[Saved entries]
========
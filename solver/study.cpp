// SPDX-License-Identifier: Apache-2.0
#include "solver/study.h"

#include <algorithm>
#include <cmath>
#include <tuple>
#include <unordered_map>

#include "solver/checks/check.h"
#include "solver/judge.h"
#include "solver/remedies.h"

namespace sunder::solver {
namespace {

using models::Network;

double margin_or_last(const Finding& finding) {
  return std::isnan(finding.margin) ? std::numeric_limits<double>::infinity() : finding.margin;
}

}  // namespace

bool governs(const Finding& a, const Finding& b) {
  if (severity(a.verdict) != severity(b.verdict)) return severity(a.verdict) < severity(b.verdict);
  return margin_or_last(a) < margin_or_last(b);
}

std::string finding_key(const Finding& finding) {
  return finding.check + '\n' + finding.subject + '\n' + finding.upstream;
}

std::vector<Finding> judge_network(const Network& network, bool every_state,
                                   const std::function<void(std::size_t, std::size_t)>& progress) {
  std::vector<Finding> all;
  std::unordered_map<std::string, std::size_t> seen;
  for (std::size_t state = 0; state < network.states.size(); ++state) {
    const StateSolution solution = solve_state(network, static_cast<int>(state));
    const std::vector<Subject> list = subjects(network, solution);
    // Findings are large: growing the list again and again would cost more than judging.
    if (every_state || all.empty()) all.reserve(all.size() + list.size() * checks().size());
    for (std::size_t i = 0; i < list.size(); ++i) {
      if (progress) progress(state * list.size() + i, network.states.size() * list.size());
      const Situation s = situation(network, solution, list[i]);
      for (const Check& check : checks()) {
        if (!check.applies(s)) continue;
        for (Finding& finding : check.judge(s)) {
          if (every_state) {
            all.push_back(std::move(finding));
            continue;
          }
          const auto [place, added] = seen.try_emplace(finding_key(finding), all.size());
          if (added) {
            all.push_back(std::move(finding));
          } else if (governs(finding, all[place->second])) {
            all[place->second] = std::move(finding);
          }
        }
      }
    }
  }
  return all;
}

std::vector<Finding> run_checks(const Network& network, const CheckOptions& options) {
  std::vector<Finding> findings = judge_network(network, options.every_state, options.progress);
  auto order = [](const Finding& a, const Finding& b) {
    static constexpr int kOrder[] = {0, 1, 3, 2};  // fails, undecided, noted before meets
    const int ra = kOrder[severity(a.verdict)];
    const int rb = kOrder[severity(b.verdict)];
    if (ra != rb) return ra < rb;
    return margin_or_last(a) < margin_or_last(b);
  };
  std::vector<std::size_t> places(findings.size());
  for (std::size_t i = 0; i < places.size(); ++i) places[i] = i;
  std::stable_sort(places.begin(), places.end(),
                   [&](std::size_t a, std::size_t b) { return order(findings[a], findings[b]); });
  std::vector<Finding> sorted;
  sorted.reserve(findings.size());
  for (const std::size_t place : places) sorted.push_back(std::move(findings[place]));
  findings = std::move(sorted);
  if (options.remedies) add_remedies(network, findings);
  return findings;
}

std::vector<std::string> addresses(const Network& network) {
  std::vector<std::string> all;
  for (const models::Source& source : network.sources) all.push_back(source.name);
  for (const models::Board& board : network.boards) all.push_back(board.name);
  for (const models::Submain& submain : network.submains) all.push_back(submain.name);
  for (const models::Circuit& circuit : network.circuits) all.push_back(models::address(network, circuit));
  for (const models::Electrode& electrode : network.electrodes) all.push_back(electrode.name);
  return all;
}

}  // namespace sunder::solver
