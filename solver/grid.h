// SPDX-License-Identifier: Apache-2.0
/// @file
/// The conductor network as potentials to reference earth: runs in series, other elements by their
/// admittances, zero impedances by merging. Every EMF is zero; a fault is driven at its own place.
#pragma once

#include <Eigen/Core>
#include <complex>
#include <memory>
#include <vector>

#include "models/conductors.h"
#include "solver/block_system.h"
#include "solver/impedance.h"

namespace sunder::solver {

/// Series impedances of a run [ohm]; of a PEN, `neutral` is that of the combined conductor.
struct RunImpedance {
  Complex line, neutral, protective;
  bool pen = false;
};

/// Nodes have the terminals L1 L2 L3 N PE and up to three more (star points of elements that stand
/// there). How it is solved:
///
/// 1. A node at the far end of a single run, with nothing else on it, offers no path between
///    conductors or to earth: it is stripped, again and again, and walked outward at the end,
///    Z_child = Z_parent + z. A branching network of cables is stripped down to its source.
/// 2. Terminals that zero impedance joins become one unknown; those at reference earth vanish.
/// 3. A part that nothing ties to earth is found by its galvanic connections (windings do not
///    connect) and tied at one terminal, which changes no current between conductors; a current to
///    earth from it is then not defined (`tied`).
/// 4. What remains is a BlockSystem, a block being the nodes that share unknowns: linear in radial
///    parts, filled in as little as possible between them.
/// 5. Where all of that is the same for the three lines (no single-phase load, no winding that turns
///    phases), it falls apart into two grids without loss: what differs between lines, one unknown a
///    node, and what they have in common with N and PE. Both are grids again and strip further.
class Grid {
 public:
  static constexpr int kSlots = 8;
  static constexpr int kEarth = -1;  ///< reference earth as a terminal

  [[nodiscard]] static int terminal(int node, models::Conductor c) noexcept {
    return node * kSlots + static_cast<int>(models::index(c));
  }

  int add_node(models::ConductorSet conductors);
  /// A further terminal that stands at a node (beyond three, at a node that is made for it).
  int add_terminal(int node);
  /// @param carried  conductors that the run connects; with a PEN, N stands for both
  int add_run(int from, int to, models::ConductorSet carried, const RunImpedance& z);
  /// An element by the admittances between its terminals [S], symmetric; the terminals of one group
  /// are galvanically connected through it. kEarth may be one of the terminals.
  int add_element(std::vector<int> terminals, std::vector<int> groups, const Eigen::MatrixXcd& y);
  /// Zero impedance between two terminals, or to reference earth.
  void join(int a, int b);

  /// Other values on the same network: another condition, another split of a source.
  void set_run(int run, const RunImpedance& z);
  void set_element(int element, const Eigen::MatrixXcd& y);

  /// Orders the network. After everything is added, before solve().
  void prepare();
  /// @param factors_only  for `potentials` instead of `thevenin`
  /// @return false where the equations are singular; `trouble_node()` then tells near which node
  [[nodiscard]] bool solve(bool factors_only = false);
  /// How far the solution is from the equations: one ampere into every unknown, alternately out of it, the
  /// greatest current left over [A]. Leaves the factors behind as solve(true) does; infinite where singular.
  [[nodiscard]] double residual();
  [[nodiscard]] int trouble_node() const noexcept { return trouble_; }

  [[nodiscard]] std::size_t nodes() const noexcept { return conductors_.size(); }
  [[nodiscard]] std::size_t runs() const noexcept { return runs_.size(); }
  [[nodiscard]] models::ConductorSet conductors(int node) const { return conductors_[at(node)]; }

  struct Ends {
    int from = 0, to = 0;
  };
  [[nodiscard]] Ends ends(int run) const { return {runs_[at(run)].from, runs_[at(run)].to}; }
  [[nodiscard]] const RunImpedance& impedance(int run) const { return runs_[at(run)].z; }
  [[nodiscard]] models::ConductorSet carried(int run) const { return runs_[at(run)].carried; }
  [[nodiscard]] std::size_t elements() const noexcept { return elements_.size(); }
  [[nodiscard]] std::vector<int> terminals(int element) const;
  /// Pairs of terminals without impedance between them: those added, of a PEN at its ends, of a
  /// conductor of a run that has none.
  [[nodiscard]] std::vector<std::pair<int, int>> all_joins() const;

  /// Whether earth currents from this terminal are defined: its part has a way to reference earth.
  [[nodiscard]] bool earthed(int terminal) const;
  /// Whether two terminals are in one galvanic part (reference earth counts as a part).
  [[nodiscard]] bool connected(int a, int b) const;

  /// Thevenin matrix between the conductors of a node and reference earth [ohm]. Precondition: solve().
  [[nodiscard]] ConductorMatrix thevenin(int node) const;
  /// Transfer impedances between two nodes that are the ends of one run, or the same [ohm].
  [[nodiscard]] ConductorMatrix transfer(int a, int b) const;
  /// The core node on which a node's stripped part hangs.
  [[nodiscard]] int hangs_on(int node) const { return attach_[at(node)]; }

  /// Loops at a core node where the three lines are alike [ohm].
  struct BalancedLoops {
    Complex line, neutral, protective;  ///< of one line of a three-phase fault; line to N; line to PE
  };
  /// Whether they are, all over the core.
  [[nodiscard]] bool balanced() const noexcept { return lines_.get() != nullptr; }
  /// Precondition: balanced(), solve(); conductors that are not there count as at reference earth.
  [[nodiscard]] BalancedLoops balanced_loops(int core_node) const;

  /// Currents put into terminals [A].
  struct Injection {
    int terminal = 0;
    Complex amps;
  };
  /// Potentials of all terminals [V], by terminal. Precondition: solve(true).
  [[nodiscard]] std::vector<Complex> potentials(const std::vector<Injection>& injections) const;
  /// What a run carries from `from` to `to` [A], by conductor (of a PEN under N), for those potentials.
  [[nodiscard]] Eigen::Matrix<Complex, 5, 1> run_current(int run, const std::vector<Complex>& potentials) const;
  /// Currents into the terminals of an element [A].
  [[nodiscard]] Eigen::VectorXcd element_current(int element, const std::vector<Complex>& potentials) const;

  // For those who walk over all nodes: the core, and what hangs on each of its nodes, parents first.
  struct Path {
    Complex line, neutral, protective;  ///< from the attachment [ohm]
  };
  [[nodiscard]] const std::vector<int>& core() const noexcept { return core_; }
  [[nodiscard]] const std::vector<int>& outward() const noexcept { return outward_; }
  /// Where in outward() that which hangs on the i-th core node begins; one more at the end.
  [[nodiscard]] const std::vector<int>& hung() const noexcept { return hung_; }
  /// Of the i-th node of outward(). Precondition: solve().
  [[nodiscard]] const Path& path_of(std::size_t i) const { return path_[core_.size() + i]; }
  [[nodiscard]] models::ConductorSet reached_by(std::size_t i) const { return reached_[core_.size() + i]; }
  /// Run through which a stripped node hangs; -1: part of the core.
  [[nodiscard]] int feeder(int node) const { return feeder_[at(node)]; }
  /// Bytes held for the solution, all included.
  [[nodiscard]] std::size_t bytes() const noexcept;

 private:
  struct Run {
    int from = 0, to = 0;
    models::ConductorSet carried;
    RunImpedance z;
  };
  struct Element {
    std::size_t first = 0;  ///< into terminals_ and groups_
    int n = 0;
    std::size_t value = 0;  ///< into admittances_
  };
  // A grid inside a grid: copied with its whole, so that copies share no values.
  class Half {
   public:
    Half();
    Half(const Half& other);
    Half(Half&& other) noexcept;
    Half& operator=(Half other) noexcept;
    ~Half();
    void begin();
    [[nodiscard]] Grid* get() const noexcept { return grid_.get(); }
    [[nodiscard]] Grid* operator->() const noexcept { return grid_.get(); }
    [[nodiscard]] Grid& operator*() const noexcept { return *grid_; }

   private:
    std::unique_ptr<Grid> grid_;
  };
  struct Unknown {
    int block = -1;  ///< -1: at reference earth (or tied to it)
    int row = 0;
  };

  /// Where the admittance of one conductor of a core run goes.
  struct Fill {
    int run = 0;
    models::Conductor conductor{};
    std::size_t from = kNowhere, to = kNowhere, between = kNowhere, back = kNowhere;
  };
  static constexpr std::size_t kNowhere = static_cast<std::size_t>(-1);

  [[nodiscard]] static std::size_t at(int i) noexcept { return static_cast<std::size_t>(i); }
  [[nodiscard]] std::size_t slot(int terminal) const;
  [[nodiscard]] bool in_core(const Run& run) const { return feeder_[at(run.from)] < 0 && feeder_[at(run.to)] < 0; }
  /// Galvanic part of a terminal; -1: nothing reaches it.
  [[nodiscard]] int part_of(int terminal) const;
  void strip();
  void merge();
  void tie_floating();
  void number();
  void place_runs();
  void fill();
  void walk();
  [[nodiscard]] bool alike() const;
  [[nodiscard]] bool alike(const Element& element) const;
  void split();
  void pass_on_run(std::size_t core_run);
  void pass_on_element(std::size_t element);
  void find_loops();
  [[nodiscard]] Eigen::MatrixXcd between_lines(const Element& element) const;
  [[nodiscard]] Eigen::MatrixXcd split_admittance(const Element& element, bool common) const;
  [[nodiscard]] Complex inverse(const Unknown& a, const Unknown& b) const;
  [[nodiscard]] ConductorMatrix core_transfer(int a, int b) const;
  [[nodiscard]] Complex shared(int node) const;

  std::vector<models::ConductorSet> conductors_;
  std::vector<int> extra_;  // further terminals of each node; empty while no node has one
  std::vector<Run> runs_;
  std::vector<Element> elements_;
  std::vector<int> terminals_, groups_;
  std::vector<Complex> admittances_;
  std::vector<std::pair<int, int>> joins_;
  // after prepare(); a place is the number in the core, or behind it in the order of outward_
  std::vector<int> feeder_, attach_, core_, outward_, hung_, place_;
  std::vector<int> parent_;                    // place that each of outward_ hangs on
  std::vector<RunImpedance> series_;           // of each of outward_
  std::vector<int> series_of_;                 // of each run, into series_; -1: a run of the core
  std::vector<models::ConductorSet> reached_;  // by place: conductors that the path carries
  std::vector<int> core_runs_;
  std::vector<int> root_;         // of each slot of the core: the terminal that stands for it
  std::vector<Unknown> unknown_;  // by slot of the core
  std::vector<int> part_;         // galvanic part of each slot; 0: with reference earth
  std::vector<bool> part_tied_;   // parts that nothing earths
  std::vector<Fill> fills_;
  std::vector<int> block_node_;  // one node of each block
  BlockSystem system_;
  Half lines_, common_;                             // the two grids of an alike core, nodes by core number
  std::vector<int> line_element_, common_element_;  // of each element; -1: none
  std::vector<int> line_run_, common_run_;          // of each core run; -1: none
  std::vector<int> core_run_of_;                    // of each run, into core_runs_; -1: stripped
  struct LoopPlaces {                               // of an alike core node, in the values of the halves
    std::size_t line = kNowhere, zero = kNowhere, neutral = kNowhere, protective = kNowhere, zero_neutral = kNowhere,
                zero_protective = kNowhere;
  };
  std::vector<LoopPlaces> loop_places_;  // by core number
  // after solve()
  std::vector<Path> path_;  // by place
  int trouble_ = -1;
};

}  // namespace sunder::solver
========
**PROBLEM TO WORK ON**
Out of the records, collect only those lines that contain the string "verdict".

**SOLVED PROBLEM**
  if (severity(a.verdict) != severity(b.verdict)) return severity(a.verdict) < severity(b.verdict);
    const int ra = kOrder[severity(a.verdict)];
    const int rb = kOrder[severity(b.verdict)];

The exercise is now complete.